# Please help!!!!! I think knuckling in pup



## Amiead38 (Jul 7, 2017)

Hello im new to this website... i just got 8 week old blue nose pitbull his name is bentley. Had him for about a week started noticing his front paws knuckling in. Ive read to change his diet to totw salmon add yogurt,cod liver oil,and apple cider vinegar. Just started it 2 says ago. When i got him he was on diamond puppy food. I took him to my vet and he said he was reformed either euthanize him or take him back.. wow how terrible if him. I have a 4 year old amstaff pit and i have never seen this before. Please help..


----------



## EckoMac (Aug 25, 2010)

Post a pic and find a new vet.
If he's knuckling, then that diet plan should see some improvement in a couple of weeks.


----------



## DynamicDuo (Sep 3, 2016)

Both of my pups knuckled; Kaos was especially bad. I used the diet and it worked amazingly well! They both started to straighten within a week and now Kaos has beautiful, perfectly straight legs. Nala has a wonky leg but that's from bad breeding not knuckling. The other thing to do is have him spend as much time in the grass as possible. It's easier in their joints and puts less stress in their legs since it gives. When inside keep him on carpet as much as possible. Avoid hardwood/tile if you can. And try to keep him from jumping down too much. Up is fine since it uses their back legs but down is not good for obvious reasons. Good luck and keep us posted.

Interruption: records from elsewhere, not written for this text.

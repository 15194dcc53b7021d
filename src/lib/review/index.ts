/**
 * The review workflow: the plan state machine, waivers against open error
 * findings, revision comparison, @mentions and the audit CSV. Pure code;
 * src/server/review stores and mails. Readings: docs/decisions/016-review-readings.md.
 */
export * from "./types";
export { nextReviewState } from "./next-review-state";
export { reviewStateLabel } from "./review-state-label";
export { findingKey } from "./finding-key";
export { findingKeyText } from "./finding-key-text";
export { unwaivedErrors } from "./unwaived-errors";
export {
  compareRevisions,
  PLAN_SECTIONS,
  type PlanSection,
  type FieldChange,
  type EntityChange,
  type FindingsChange,
  type RevisionComparison,
  type ComparedRevision,
} from "./compare-revisions";
export { isEmptyComparison } from "./is-empty-comparison";
export { findMentions, type Mentionable } from "./find-mentions";
export { resolveMentions, type ResolvedMentions, type UnresolvedMention } from "./resolve-mentions";
export { unresolvedMentionsMessage } from "./unresolved-mentions-message";
export { auditCsv, AUDIT_CSV_HEADER, type AuditCsvRow } from "./audit-csv";
export type { Json } from "./internals/flatten";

PS - agree with Mac, find a new vet

~Jess


----------



## Amiead38 (Jul 7, 2017)

*Knuckling in puppy..please help*

Amiead38;1586882]Hello im new to this website... i just got 8 week old blue nose pitbull his name is bentley. Had him for about a week started noticing his front paws knuckling in. Ive read to change his diet to totw salmon add yogurt,cod liver oil,and apple cider vinegar. Just started it 2 days ago. When i got him he was on diamond puppy food. I took him to my vet and he said he was deformed either euthanize him or take him back.. wow how terrible of him. I have a 4 year old amstaff pit and i have never seen this before. Please help..


----------



## DynamicDuo (Sep 3, 2016)

Yep he's knuckling. Stay with the diet, exactly what it says, and keep him off hard flooring as much as you can. In a week or two you should see a huge difference but don't stop once it's improving. I kept it up with my pups for a few weeks after they corrected just to be safe and continue feeding ToTW today to all 3 of my stooges.


----------



## Amiead38 (Jul 7, 2017)

*Day 3*

This is day 3 on the special diet..looking a little better..


----------



## DynamicDuo (Sep 3, 2016)

Keep up the good work! He's starting to straighten out already so that's great news. I'm glad it has started working for you.


----------



## Amiead38 (Jul 7, 2017)

4th day on special diet..looking like its helpin day by day


----------



## EckoMac (Aug 25, 2010)

Lookin' good!


----------



## Amiead38 (Jul 7, 2017)

Yep took him off diamond puppy food and donated it to animal shelter maybe itll be good for other pups just not bentley..


----------



## DynamicDuo (Sep 3, 2016)

So glad it's working! Diamond is good food and who makes ToTW but a lot of times the puppy foods (any puppy foods) have too much protein in them and causes the pups to grow faster than they can handle, resulting in the knuckling. We just stayed with the ToTW Pacific Stream for their entire first year and just recently let them try a different flavor. All three of mine love the ToTW and we've had great success with the line. Keep up the good work!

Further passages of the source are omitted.